In the listing below, how many lines contain the string "append"? Reply with the number alone.

DATA LISTING —
::::

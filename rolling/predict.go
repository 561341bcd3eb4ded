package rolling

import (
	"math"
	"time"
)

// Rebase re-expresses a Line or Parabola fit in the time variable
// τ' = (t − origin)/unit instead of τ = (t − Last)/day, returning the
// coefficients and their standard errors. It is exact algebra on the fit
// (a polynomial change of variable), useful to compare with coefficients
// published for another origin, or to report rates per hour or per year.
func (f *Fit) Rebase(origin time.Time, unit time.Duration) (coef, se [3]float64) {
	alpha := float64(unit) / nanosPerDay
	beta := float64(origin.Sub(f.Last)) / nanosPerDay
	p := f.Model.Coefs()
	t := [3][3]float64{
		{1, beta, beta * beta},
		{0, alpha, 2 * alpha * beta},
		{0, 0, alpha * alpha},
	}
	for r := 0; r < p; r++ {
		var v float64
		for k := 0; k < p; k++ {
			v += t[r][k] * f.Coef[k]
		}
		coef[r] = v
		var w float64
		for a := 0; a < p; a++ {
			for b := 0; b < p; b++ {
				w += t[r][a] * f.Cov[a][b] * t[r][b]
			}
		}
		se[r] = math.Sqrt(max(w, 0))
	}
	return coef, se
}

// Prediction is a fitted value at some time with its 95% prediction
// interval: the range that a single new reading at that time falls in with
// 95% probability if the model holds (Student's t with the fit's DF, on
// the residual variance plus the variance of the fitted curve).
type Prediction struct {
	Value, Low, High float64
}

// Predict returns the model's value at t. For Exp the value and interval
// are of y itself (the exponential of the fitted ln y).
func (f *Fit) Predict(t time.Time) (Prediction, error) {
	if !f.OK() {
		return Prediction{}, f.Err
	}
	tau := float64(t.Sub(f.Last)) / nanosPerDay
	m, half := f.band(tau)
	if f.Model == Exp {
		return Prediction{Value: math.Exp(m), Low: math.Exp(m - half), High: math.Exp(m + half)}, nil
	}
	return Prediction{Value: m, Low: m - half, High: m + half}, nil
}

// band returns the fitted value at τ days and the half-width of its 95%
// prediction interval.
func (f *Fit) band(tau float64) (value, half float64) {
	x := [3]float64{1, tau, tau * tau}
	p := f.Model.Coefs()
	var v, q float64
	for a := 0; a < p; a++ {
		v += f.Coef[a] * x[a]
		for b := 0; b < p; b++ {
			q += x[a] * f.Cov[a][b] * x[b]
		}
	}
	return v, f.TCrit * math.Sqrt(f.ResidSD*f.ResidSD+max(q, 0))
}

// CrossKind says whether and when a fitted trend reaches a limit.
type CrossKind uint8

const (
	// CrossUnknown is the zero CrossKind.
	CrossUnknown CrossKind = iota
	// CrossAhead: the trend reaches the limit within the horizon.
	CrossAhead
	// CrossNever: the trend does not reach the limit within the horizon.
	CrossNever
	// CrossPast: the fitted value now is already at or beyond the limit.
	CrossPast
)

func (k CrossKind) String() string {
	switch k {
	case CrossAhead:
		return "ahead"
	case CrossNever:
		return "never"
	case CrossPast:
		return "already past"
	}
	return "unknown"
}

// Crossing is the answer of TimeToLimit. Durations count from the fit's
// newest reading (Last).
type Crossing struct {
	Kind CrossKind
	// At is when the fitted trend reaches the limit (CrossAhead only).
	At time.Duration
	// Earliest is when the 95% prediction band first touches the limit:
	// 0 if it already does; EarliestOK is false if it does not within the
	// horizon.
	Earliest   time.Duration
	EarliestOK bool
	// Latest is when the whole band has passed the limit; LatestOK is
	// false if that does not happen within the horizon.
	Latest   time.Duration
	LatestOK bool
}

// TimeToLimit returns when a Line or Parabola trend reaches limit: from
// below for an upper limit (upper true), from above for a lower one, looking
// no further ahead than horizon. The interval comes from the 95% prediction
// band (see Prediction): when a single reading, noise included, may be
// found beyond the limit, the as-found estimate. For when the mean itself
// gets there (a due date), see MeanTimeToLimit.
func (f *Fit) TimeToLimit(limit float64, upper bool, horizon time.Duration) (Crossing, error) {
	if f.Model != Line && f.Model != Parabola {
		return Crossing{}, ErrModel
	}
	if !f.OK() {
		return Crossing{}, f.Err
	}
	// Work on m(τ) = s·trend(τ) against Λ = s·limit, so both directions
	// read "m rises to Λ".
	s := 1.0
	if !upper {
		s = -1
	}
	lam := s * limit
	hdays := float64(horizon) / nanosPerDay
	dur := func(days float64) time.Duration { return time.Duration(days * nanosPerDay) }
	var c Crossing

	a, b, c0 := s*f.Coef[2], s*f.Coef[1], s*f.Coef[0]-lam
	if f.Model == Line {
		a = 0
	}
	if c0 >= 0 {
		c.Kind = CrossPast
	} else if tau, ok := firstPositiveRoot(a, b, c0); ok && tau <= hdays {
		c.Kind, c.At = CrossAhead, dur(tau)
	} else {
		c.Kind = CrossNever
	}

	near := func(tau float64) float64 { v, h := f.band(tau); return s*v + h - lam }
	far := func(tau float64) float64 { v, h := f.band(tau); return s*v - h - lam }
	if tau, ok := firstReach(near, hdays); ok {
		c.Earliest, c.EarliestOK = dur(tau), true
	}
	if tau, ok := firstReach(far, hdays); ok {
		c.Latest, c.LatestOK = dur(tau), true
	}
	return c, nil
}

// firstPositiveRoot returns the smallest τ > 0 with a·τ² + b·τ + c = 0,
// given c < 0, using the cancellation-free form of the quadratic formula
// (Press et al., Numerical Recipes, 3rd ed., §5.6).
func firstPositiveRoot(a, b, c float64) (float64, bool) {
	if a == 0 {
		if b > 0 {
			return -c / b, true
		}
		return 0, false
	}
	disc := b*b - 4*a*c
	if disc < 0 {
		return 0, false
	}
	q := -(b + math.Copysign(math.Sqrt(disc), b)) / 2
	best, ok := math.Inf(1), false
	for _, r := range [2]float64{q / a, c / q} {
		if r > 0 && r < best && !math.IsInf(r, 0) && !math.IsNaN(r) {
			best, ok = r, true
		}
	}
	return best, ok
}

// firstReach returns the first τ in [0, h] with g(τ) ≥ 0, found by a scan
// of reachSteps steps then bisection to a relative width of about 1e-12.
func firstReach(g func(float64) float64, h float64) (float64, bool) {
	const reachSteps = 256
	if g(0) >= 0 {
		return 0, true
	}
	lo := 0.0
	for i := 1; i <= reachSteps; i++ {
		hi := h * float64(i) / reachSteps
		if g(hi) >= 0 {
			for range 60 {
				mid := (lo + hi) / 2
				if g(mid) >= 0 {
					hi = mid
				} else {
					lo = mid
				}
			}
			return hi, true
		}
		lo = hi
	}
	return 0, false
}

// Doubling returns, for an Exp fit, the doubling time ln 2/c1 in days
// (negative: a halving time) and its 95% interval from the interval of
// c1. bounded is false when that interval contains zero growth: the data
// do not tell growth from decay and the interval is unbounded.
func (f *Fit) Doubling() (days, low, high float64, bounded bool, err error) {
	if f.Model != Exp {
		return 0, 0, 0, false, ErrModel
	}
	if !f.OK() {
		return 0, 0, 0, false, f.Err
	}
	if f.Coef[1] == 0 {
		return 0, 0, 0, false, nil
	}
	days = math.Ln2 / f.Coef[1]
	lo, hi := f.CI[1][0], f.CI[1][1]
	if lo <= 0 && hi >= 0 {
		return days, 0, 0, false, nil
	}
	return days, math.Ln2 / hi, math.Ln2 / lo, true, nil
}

::::

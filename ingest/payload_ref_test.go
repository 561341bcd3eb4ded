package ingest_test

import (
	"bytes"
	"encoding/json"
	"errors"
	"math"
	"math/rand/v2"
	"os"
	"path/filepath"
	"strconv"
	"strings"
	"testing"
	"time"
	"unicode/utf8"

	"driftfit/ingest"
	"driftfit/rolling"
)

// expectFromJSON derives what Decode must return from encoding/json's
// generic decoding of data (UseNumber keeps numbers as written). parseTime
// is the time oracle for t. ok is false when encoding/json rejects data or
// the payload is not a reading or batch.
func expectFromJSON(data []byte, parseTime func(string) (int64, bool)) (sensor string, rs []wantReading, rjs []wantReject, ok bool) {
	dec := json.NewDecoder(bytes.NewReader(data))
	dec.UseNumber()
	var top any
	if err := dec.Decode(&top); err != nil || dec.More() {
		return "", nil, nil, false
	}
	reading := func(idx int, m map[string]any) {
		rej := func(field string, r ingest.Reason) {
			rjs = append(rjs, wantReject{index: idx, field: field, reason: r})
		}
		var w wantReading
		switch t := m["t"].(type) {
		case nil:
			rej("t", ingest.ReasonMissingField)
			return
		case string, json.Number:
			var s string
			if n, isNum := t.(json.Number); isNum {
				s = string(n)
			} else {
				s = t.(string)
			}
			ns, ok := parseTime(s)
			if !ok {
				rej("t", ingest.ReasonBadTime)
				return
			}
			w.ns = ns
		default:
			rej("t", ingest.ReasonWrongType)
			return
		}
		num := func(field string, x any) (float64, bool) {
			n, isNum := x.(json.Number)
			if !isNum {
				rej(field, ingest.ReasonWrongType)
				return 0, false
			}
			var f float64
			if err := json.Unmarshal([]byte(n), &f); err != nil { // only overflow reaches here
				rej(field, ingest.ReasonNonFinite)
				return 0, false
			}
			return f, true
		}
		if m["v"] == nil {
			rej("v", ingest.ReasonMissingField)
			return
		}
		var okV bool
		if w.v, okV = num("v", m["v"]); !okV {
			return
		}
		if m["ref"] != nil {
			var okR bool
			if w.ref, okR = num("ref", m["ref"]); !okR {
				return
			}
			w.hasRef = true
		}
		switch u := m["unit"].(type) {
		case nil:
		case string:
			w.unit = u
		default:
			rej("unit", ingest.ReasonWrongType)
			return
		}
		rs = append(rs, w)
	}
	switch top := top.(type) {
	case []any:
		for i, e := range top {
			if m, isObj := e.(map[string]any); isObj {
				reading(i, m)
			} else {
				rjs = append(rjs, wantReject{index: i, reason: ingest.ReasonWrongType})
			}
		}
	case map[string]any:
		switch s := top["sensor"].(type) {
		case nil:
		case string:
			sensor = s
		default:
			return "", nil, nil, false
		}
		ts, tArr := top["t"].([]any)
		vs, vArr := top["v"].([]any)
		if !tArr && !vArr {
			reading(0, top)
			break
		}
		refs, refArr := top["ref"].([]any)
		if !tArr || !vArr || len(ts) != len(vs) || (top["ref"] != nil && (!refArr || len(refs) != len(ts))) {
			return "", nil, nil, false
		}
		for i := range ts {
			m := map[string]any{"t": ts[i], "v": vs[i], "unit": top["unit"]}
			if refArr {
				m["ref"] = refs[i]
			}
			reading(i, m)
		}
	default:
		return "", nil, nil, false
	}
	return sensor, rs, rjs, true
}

::::

EXERCISE ANSWER — 3